- **Record set**
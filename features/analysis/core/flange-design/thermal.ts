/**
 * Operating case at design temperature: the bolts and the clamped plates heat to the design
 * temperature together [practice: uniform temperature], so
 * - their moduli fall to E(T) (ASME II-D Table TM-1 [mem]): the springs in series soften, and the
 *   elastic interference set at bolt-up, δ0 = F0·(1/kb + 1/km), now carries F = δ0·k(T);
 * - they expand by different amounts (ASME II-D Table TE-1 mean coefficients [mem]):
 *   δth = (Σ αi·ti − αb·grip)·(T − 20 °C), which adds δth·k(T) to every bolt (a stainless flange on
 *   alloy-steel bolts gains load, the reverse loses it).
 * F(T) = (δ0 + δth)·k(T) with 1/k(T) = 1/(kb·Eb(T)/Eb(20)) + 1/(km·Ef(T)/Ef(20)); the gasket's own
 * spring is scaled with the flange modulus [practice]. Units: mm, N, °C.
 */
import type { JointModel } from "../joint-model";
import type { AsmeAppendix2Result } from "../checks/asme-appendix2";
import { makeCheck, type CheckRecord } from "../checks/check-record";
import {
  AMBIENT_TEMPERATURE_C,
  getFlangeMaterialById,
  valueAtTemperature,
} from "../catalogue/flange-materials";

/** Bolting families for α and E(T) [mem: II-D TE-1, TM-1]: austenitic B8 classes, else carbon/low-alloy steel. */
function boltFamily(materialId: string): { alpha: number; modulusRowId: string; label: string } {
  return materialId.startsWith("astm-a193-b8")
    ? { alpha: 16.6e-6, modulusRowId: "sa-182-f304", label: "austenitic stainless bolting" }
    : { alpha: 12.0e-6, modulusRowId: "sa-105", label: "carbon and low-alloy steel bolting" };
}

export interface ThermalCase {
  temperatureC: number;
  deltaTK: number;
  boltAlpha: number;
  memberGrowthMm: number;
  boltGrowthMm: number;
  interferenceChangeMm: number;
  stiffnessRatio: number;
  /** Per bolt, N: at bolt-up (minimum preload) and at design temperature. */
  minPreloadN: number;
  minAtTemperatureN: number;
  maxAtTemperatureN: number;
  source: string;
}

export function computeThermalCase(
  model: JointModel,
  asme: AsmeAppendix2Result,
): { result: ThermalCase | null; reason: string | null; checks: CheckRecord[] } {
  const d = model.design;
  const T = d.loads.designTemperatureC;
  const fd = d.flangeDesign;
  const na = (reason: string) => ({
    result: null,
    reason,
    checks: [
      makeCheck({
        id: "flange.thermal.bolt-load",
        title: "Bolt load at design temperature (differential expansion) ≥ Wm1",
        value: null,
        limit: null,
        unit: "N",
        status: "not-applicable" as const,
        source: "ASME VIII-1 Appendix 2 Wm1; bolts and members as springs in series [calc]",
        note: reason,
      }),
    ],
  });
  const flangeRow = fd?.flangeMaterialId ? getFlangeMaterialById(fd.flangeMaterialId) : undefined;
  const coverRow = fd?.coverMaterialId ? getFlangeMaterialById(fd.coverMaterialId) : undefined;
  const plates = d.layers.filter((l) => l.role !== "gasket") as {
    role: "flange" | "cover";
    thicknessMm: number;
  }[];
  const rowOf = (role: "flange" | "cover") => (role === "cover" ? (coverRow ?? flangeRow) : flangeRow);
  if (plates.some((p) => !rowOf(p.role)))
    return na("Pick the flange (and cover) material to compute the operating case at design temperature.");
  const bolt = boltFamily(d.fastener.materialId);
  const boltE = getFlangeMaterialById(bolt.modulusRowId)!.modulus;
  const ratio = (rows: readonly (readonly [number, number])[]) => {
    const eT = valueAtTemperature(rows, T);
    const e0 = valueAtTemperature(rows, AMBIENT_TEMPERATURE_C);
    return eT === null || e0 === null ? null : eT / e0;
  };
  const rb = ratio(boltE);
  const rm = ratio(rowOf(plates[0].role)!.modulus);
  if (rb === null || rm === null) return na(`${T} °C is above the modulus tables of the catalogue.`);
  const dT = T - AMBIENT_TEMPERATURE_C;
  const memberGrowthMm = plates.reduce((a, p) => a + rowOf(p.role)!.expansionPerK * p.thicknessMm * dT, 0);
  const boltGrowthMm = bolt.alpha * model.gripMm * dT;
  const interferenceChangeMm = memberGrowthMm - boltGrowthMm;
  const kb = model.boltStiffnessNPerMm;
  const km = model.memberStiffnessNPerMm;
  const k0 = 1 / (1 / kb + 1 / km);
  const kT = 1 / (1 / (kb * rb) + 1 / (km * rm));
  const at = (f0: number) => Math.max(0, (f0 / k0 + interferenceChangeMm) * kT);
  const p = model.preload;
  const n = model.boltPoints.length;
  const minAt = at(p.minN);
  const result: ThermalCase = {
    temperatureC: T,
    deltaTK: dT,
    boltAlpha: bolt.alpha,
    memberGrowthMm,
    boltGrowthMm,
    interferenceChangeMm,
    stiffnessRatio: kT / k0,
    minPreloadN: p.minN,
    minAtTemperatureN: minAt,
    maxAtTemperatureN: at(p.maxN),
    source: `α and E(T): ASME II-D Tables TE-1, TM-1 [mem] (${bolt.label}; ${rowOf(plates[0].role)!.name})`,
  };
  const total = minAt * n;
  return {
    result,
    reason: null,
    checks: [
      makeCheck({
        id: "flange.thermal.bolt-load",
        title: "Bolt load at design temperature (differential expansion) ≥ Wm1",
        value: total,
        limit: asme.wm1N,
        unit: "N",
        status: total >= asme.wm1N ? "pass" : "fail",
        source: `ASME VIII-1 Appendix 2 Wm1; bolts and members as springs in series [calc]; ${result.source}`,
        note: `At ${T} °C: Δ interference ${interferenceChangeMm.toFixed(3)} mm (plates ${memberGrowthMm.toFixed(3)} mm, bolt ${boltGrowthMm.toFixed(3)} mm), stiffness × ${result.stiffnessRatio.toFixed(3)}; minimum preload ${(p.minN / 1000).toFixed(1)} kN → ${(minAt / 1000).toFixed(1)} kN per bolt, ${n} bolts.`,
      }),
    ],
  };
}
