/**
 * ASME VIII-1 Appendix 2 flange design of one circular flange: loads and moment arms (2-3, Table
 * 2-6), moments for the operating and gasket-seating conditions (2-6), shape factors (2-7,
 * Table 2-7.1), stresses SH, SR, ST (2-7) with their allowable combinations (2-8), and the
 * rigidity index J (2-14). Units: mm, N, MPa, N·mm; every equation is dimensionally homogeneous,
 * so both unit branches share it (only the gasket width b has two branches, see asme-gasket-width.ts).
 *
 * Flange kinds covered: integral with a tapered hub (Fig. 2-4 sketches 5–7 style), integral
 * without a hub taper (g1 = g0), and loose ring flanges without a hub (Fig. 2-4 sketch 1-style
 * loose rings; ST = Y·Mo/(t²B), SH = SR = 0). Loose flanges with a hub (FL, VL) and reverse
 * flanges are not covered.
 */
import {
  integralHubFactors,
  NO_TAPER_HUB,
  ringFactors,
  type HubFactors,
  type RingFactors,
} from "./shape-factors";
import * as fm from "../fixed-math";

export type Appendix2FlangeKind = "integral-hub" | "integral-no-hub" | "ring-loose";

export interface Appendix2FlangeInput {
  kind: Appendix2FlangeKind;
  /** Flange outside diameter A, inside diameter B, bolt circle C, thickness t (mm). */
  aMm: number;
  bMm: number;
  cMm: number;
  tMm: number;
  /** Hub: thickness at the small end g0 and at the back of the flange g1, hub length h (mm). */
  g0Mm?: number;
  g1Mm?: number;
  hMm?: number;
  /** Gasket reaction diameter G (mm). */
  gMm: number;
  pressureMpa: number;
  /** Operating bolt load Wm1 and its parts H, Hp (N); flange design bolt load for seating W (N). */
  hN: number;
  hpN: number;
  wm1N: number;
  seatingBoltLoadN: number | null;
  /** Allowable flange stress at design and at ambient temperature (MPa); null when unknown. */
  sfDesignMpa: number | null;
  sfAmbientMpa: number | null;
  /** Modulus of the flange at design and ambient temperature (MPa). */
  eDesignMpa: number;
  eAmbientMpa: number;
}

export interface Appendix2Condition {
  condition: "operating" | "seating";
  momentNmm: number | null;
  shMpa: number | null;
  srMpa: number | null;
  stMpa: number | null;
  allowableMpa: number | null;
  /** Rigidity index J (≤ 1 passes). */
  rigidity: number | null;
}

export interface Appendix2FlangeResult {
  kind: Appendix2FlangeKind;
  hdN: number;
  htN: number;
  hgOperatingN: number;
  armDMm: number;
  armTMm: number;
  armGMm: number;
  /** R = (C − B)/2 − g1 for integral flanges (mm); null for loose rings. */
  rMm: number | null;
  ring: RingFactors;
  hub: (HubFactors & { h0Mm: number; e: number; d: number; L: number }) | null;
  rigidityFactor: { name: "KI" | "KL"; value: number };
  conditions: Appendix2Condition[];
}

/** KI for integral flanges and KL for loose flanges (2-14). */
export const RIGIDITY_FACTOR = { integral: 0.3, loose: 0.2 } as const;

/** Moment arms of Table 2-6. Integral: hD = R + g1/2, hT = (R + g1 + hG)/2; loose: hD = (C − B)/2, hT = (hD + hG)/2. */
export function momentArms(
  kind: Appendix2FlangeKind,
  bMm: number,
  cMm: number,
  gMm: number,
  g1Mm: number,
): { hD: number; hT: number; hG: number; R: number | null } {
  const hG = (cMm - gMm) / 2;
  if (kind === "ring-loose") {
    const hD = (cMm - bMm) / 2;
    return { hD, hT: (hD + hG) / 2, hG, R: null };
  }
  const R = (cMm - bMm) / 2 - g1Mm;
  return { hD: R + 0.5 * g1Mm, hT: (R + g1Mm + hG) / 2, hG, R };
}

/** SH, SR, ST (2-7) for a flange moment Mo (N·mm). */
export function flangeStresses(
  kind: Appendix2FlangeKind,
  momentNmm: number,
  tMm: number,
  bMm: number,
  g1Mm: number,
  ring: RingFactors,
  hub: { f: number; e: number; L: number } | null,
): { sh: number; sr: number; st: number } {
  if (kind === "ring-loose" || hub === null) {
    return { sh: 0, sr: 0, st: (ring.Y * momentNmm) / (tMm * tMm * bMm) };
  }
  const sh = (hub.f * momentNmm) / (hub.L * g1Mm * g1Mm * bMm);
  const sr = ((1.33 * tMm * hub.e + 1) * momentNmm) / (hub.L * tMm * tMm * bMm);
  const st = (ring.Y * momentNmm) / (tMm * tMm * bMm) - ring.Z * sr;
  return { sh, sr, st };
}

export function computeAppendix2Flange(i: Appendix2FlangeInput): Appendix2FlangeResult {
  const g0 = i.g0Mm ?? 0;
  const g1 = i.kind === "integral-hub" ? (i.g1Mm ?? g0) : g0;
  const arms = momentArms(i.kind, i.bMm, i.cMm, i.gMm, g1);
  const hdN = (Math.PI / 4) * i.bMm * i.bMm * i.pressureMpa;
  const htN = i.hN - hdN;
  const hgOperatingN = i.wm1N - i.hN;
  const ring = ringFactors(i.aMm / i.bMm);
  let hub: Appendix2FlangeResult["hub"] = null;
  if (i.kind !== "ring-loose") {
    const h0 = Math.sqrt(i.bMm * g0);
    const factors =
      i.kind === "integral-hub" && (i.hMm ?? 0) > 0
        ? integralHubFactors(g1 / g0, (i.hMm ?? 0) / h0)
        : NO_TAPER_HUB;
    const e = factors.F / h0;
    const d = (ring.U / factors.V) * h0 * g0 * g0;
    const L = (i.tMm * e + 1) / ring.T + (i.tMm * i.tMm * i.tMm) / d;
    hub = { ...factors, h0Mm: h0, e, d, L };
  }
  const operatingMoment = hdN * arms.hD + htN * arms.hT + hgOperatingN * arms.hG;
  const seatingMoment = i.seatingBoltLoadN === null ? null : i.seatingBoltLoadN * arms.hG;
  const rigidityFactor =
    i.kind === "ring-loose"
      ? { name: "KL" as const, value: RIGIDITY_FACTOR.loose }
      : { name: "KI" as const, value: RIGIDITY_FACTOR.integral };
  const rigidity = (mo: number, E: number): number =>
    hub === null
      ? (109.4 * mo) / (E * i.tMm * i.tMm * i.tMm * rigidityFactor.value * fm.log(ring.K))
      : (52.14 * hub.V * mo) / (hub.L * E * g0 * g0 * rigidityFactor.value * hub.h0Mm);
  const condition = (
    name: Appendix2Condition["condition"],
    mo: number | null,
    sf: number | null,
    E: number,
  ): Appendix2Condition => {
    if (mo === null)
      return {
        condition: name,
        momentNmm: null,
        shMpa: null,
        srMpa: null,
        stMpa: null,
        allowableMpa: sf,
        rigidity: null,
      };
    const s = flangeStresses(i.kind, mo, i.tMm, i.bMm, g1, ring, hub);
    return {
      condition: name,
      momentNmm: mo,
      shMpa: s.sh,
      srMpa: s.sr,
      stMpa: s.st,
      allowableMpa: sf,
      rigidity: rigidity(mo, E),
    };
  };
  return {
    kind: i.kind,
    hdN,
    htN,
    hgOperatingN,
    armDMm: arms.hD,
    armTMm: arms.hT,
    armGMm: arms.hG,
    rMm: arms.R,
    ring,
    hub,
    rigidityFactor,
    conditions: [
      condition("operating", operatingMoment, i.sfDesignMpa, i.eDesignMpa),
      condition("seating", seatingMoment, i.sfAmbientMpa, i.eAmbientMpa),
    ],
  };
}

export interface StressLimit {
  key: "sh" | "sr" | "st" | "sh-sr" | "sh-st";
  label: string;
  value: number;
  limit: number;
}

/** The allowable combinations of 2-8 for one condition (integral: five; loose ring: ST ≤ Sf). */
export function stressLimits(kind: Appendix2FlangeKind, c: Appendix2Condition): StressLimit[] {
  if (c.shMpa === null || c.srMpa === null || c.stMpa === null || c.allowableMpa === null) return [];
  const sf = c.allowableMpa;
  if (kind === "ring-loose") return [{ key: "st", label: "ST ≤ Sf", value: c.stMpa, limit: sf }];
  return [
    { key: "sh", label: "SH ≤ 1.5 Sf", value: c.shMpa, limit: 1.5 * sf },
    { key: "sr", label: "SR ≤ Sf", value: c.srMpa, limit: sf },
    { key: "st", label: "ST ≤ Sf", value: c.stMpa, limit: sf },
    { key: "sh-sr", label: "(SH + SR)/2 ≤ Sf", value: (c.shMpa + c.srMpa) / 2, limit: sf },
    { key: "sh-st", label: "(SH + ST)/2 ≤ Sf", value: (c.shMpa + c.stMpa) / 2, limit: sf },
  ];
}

- **What is needed**
Up to and including the line with "number; modulusRowId: string;", output each line of the entries above exactly, starting from the first.

- **Task result**
filename features/analysis/core/flange-design/thermal.ts
/**
 * Operating case at design temperature: the bolts and the clamped plates heat to the design
 * temperature together [practice: uniform temperature], so
 * - their moduli fall to E(T) (ASME II-D Table TM-1 [mem]): the springs in series soften, and the
 *   elastic interference set at bolt-up, δ0 = F0·(1/kb + 1/km), now carries F = δ0·k(T);
 * - they expand by different amounts (ASME II-D Table TE-1 mean coefficients [mem]):
 *   δth = (Σ αi·ti − αb·grip)·(T − 20 °C), which adds δth·k(T) to every bolt (a stainless flange on
 *   alloy-steel bolts gains load, the reverse loses it).
 * F(T) = (δ0 + δth)·k(T) with 1/k(T) = 1/(kb·Eb(T)/Eb(20)) + 1/(km·Ef(T)/Ef(20)); the gasket's own
 * spring is scaled with the flange modulus [practice]. Units: mm, N, °C.
 */
import type { JointModel } from "../joint-model";
import type { AsmeAppendix2Result } from "../checks/asme-appendix2";
import { makeCheck, type CheckRecord } from "../checks/check-record";
import {
  AMBIENT_TEMPERATURE_C,
  getFlangeMaterialById,
  valueAtTemperature,
} from "../catalogue/flange-materials";

/** Bolting families for α and E(T) [mem: II-D TE-1, TM-1]: austenitic B8 classes, else carbon/low-alloy steel. */
function boltFamily(materialId: string): { alpha: number; modulusRowId: string; label: string } {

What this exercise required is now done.